Conformal Phase Transition in Gauge Theories

TL;DR

Conformal Phase Transition provides a framework for non-perturbative gauge dynamics by describing a continuous transition with an essential singularity in the order-parameter scaling, e.g., $X = \Lambda f(z)$, where $f(z)$ may behave as $f(z)\sim \exp(-1/(b\alpha^{(0)}))$ near criticality. It shows an abrupt reorganization of the light spectrum across the critical point, tied to conformal symmetry breaking via the partially conserved dilatation current (PCDC). The paper analyzes CPT realizations in the $D=2$ Gross-Neveu model, quenched QED4, and a pseudo-CPT in QED3, and discusses the structure of the low-energy effective action and phase diagrams in $SU(N_c)$ gauge theories, with implications for QCD and dynamical electroweak symmetry breaking. It emphasizes the role of marginal versus relevant operators in breaking conformal symmetry and the possible emergence of a dilaton-like state in low-energy dynamics.

Abstract

The conception of the conformal phase transiton (CPT), which is relevant for the description of non-perturbative dynamics in gauge theories, is introduced and elaborated.
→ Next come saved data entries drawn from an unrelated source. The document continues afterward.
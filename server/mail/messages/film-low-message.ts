import { MM_PER_INCH, MM_PER_METRE } from '../../../src/shared/cutting/length-units';
import type { MailContent, ShopIdentity } from './mail-content';
import { dataTable, mailPage, paragraph } from './mail-html';

/** The roll that ran low, lengths in millimetres as stored. */
export interface FilmLowFacts {
  shop: ShopIdentity;
  units: 'imperial' | 'metric';
  roll: { label: string; filmType: string; colour: string; rackSlot: string; remainingMm: number; reorderMm: number };
}

/** A roll length in the shop's units: inches for imperial shops, metres for metric ones. */
export function rollLength(mm: number, units: 'imperial' | 'metric'): string {
  return units === 'imperial' ? `${(mm / MM_PER_INCH).toFixed(1)} in` : `${(mm / MM_PER_METRE).toFixed(2)} m`;
}

/** The lead's "film running low" message, sent once per roll until it is measured back above its reorder length. */
export function filmLowMessage(facts: FilmLowFacts): MailContent {
  const { roll, units, shop } = facts;
  const film = `${roll.filmType}, ${roll.colour}`;
  const remaining = rollLength(roll.remainingMm, units);
  const reorder = rollLength(roll.reorderMm, units);
  const slot = roll.rackSlot.trim() || 'no slot recorded';
  const subject = `Film running low: roll ${roll.label} (${film})`;
  const says = `Roll ${roll.label} of ${film} has ${remaining} left, below its reorder length of ${reorder}.`;
  const todo = 'Order more of this film before the next long run, or plan the next cuts on another roll.';
  const once = 'This is the only message about this roll until it is measured back at or above its reorder length on the Roll rack.';

  const text = [says, '', `Roll: ${roll.label}`, `Film: ${film}`, `Left: ${remaining}`, `Reorder at: ${reorder}`, `Rack slot: ${slot}`, '', todo, once, '', `Dwell at ${shop.name}`].join('\n');
  const html = mailPage(
    shop.name,
    subject,
    [
      paragraph(says),
      dataTable(['Roll', 'Film', 'Left', 'Reorder at', 'Rack slot'], [[roll.label, film, remaining, reorder, slot]], [2, 3]),
      paragraph(todo),
      paragraph(once),
    ],
    `Sent by Dwell at ${shop.name} to the floor leads.`,
  );
  return { subject, text, html };
}
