import { InjectionToken } from '@angular/core';
import { MemoryStorage } from './memory-storage';

/** The Storage this app keeps small settings in: localStorage, or memory where the browser refuses it. */
export const BROWSER_STORAGE = new InjectionToken<Storage>('BROWSER_STORAGE', {
  providedIn: 'root',
  factory: () => {
    try {
      return globalThis.localStorage ?? new MemoryStorage();
    } catch {
      // Some browsers throw on access when storage is blocked by policy.
      return new MemoryStorage();
    }
  },
});
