import { TestBed } from '@angular/core/testing';
import { HttpClient, provideHttpClient, withInterceptors } from '@angular/common/http';
import { HttpTestingController, provideHttpClientTesting } from '@angular/common/http/testing';
import { provideZonelessChangeDetection } from '@angular/core';
import { Router, provideRouter } from '@angular/router';
import { firstValueFrom } from 'rxjs';
import { Session } from '../auth/session';
import { authInterceptor } from './auth-interceptor';

describe('authInterceptor', () => {
  let http: HttpTestingController;
  let client: HttpClient;
  let session: Session;
  let navigate: jest.SpyInstance;

  beforeEach(async () => {
    TestBed.configureTestingModule({
      providers: [
        provideZonelessChangeDetection(),
        provideRouter([]),
        provideHttpClient(withInterceptors([authInterceptor])),
        provideHttpClientTesting(),
      ],
    });
    http = TestBed.inject(HttpTestingController);
    client = TestBed.inject(HttpClient);
    session = TestBed.inject(Session);
    navigate = jest.spyOn(TestBed.inject(Router), 'navigateByUrl').mockResolvedValue(true);

    const signedIn = session.signIn('lead@example.test', 'pw');
    http.expectOne('/api/auth/login').flush({
      user: { id: 1, name: 'Rosa Quill', email: 'lead@example.test', role: 'lead' },
      station: null,
    });
    await signedIn;
  });

  afterEach(() => http.verify());

  it('signs out and goes to sign-in when a data call answers 401', async () => {
    const call = firstValueFrom(client.get('/api/stations'));
    http.expectOne('/api/stations').flush({ error: 'Your session has ended.' }, { status: 401, statusText: 'Unauthorized' });

    await expect(call).rejects.toMatchObject({ status: 401 });
    expect(session.signedIn()).toBe(false);
    expect(navigate).toHaveBeenCalledWith('/sign-in');
  });

  it('leaves a 401 from /api/auth/login to the sign-in screen', async () => {
    const call = firstValueFrom(client.post('/api/auth/login', { email: 'x@example.test', password: 'no' }));
    http.expectOne('/api/auth/login').flush({ error: 'Wrong password.' }, { status: 401, statusText: 'Unauthorized' });

    await expect(call).rejects.toMatchObject({ status: 401 });
    expect(session.signedIn()).toBe(true);
    expect(navigate).not.toHaveBeenCalled();
  });

  it('leaves a wall display on its page when its session ends, so the page can sign in again with its token', async () => {
    const displayIn = session.signInAsDisplay('spec-display-token-000000000000');
    http.expectOne('/api/auth/display').flush({ user: { id: 4, name: 'Spec wall', email: null, role: 'display' }, station: null });
    await displayIn;

    const call = firstValueFrom(client.get('/api/board'));
    http.expectOne('/api/board').flush({ error: 'Sign in first.' }, { status: 401, statusText: 'Unauthorized' });

    await expect(call).rejects.toMatchObject({ status: 401 });
    expect(session.signedIn()).toBe(false);
    expect(navigate).not.toHaveBeenCalled();
  });

  it('does not sign out on other failures of data calls', async () => {
    const call = firstValueFrom(client.get('/api/stations'));
    http.expectOne('/api/stations').flush({ error: 'Only a lead can see this.' }, { status: 403, statusText: 'Forbidden' });

    await expect(call).rejects.toMatchObject({ status: 403 });
    expect(session.signedIn()).toBe(true);
    expect(navigate).not.toHaveBeenCalled();
  });
});
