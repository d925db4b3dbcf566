import type { Knex } from 'knex';

export async function up(knex: Knex): Promise<void> {
  await knex.schema.createTable('shop_settings', (t) => {
    t.tinyint('id').unsigned().primary(); // always 1: the shop's one row
    t.string('shop_name', 120).notNullable();
    t.string('address', 400).notNullable().defaultTo('');
    t.string('phone', 40).notNullable().defaultTo('');
    t.string('email', 254).notNullable().defaultTo('');
    t.enum('units', ['imperial', 'metric']).notNullable().defaultTo('imperial');
    t.string('time_zone', 64).notNullable().defaultTo('UTC');
    t.smallint('bag_max_pieces').unsigned().notNullable().defaultTo(24);
    t.time('shift_start').notNullable().defaultTo('07:00:00');
    t.time('shift_end').notNullable().defaultTo('15:30:00');
    t.smallint('standard_pieces_per_hour').unsigned().notNullable().defaultTo(40);
    t.smallint('heat_exposure_limit_s').unsigned().notNullable().defaultTo(45);
    t.datetime('updated_at', { precision: 3 }).notNullable().defaultTo(knex.fn.now(3));
  });

  await knex.schema.createTable('users', (t) => {
    t.increments('id');
    t.string('name', 120).notNullable();
    t.string('email', 254).nullable().unique();
    t.enum('role', ['owner', 'lead', 'operator']).notNullable();
    t.string('password_hash', 100).nullable();
    t.string('pin_hash', 100).nullable();
    t.boolean('active').notNullable().defaultTo(true);
    t.datetime('created_at', { precision: 3 }).notNullable().defaultTo(knex.fn.now(3));
    t.datetime('updated_at', { precision: 3 }).notNullable().defaultTo(knex.fn.now(3));
  });

  // express-session rows (connect-session-knex layout); named apart from any other "sessions".
  await knex.schema.createTable('web_sessions', (t) => {
    t.string('sid', 255).primary();
    t.json('sess').notNullable();
    t.datetime('expired').notNullable().index();
  });
}

export async function down(knex: Knex): Promise<void> {
  await knex.schema.dropTable('web_sessions');
  await knex.schema.dropTable('users');
  await knex.schema.dropTable('shop_settings');
}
The main features of such a phase transition are established. In particular, it is shown that in the CPT there is an abrupt change of the spectrum of light excitations at the critical point, though the phase transition is continuous. The structure of the effective action describing the CPT is elaborated and its connection with the dynamics of the partially conserved dilatation current is pointed out. The applications of these results to QCD, models of dynamical electroweak symmetry breaking, and to the description of the phase diagram in (3+1)-dimensional $ SU(N_c)$ gauge theories are considered.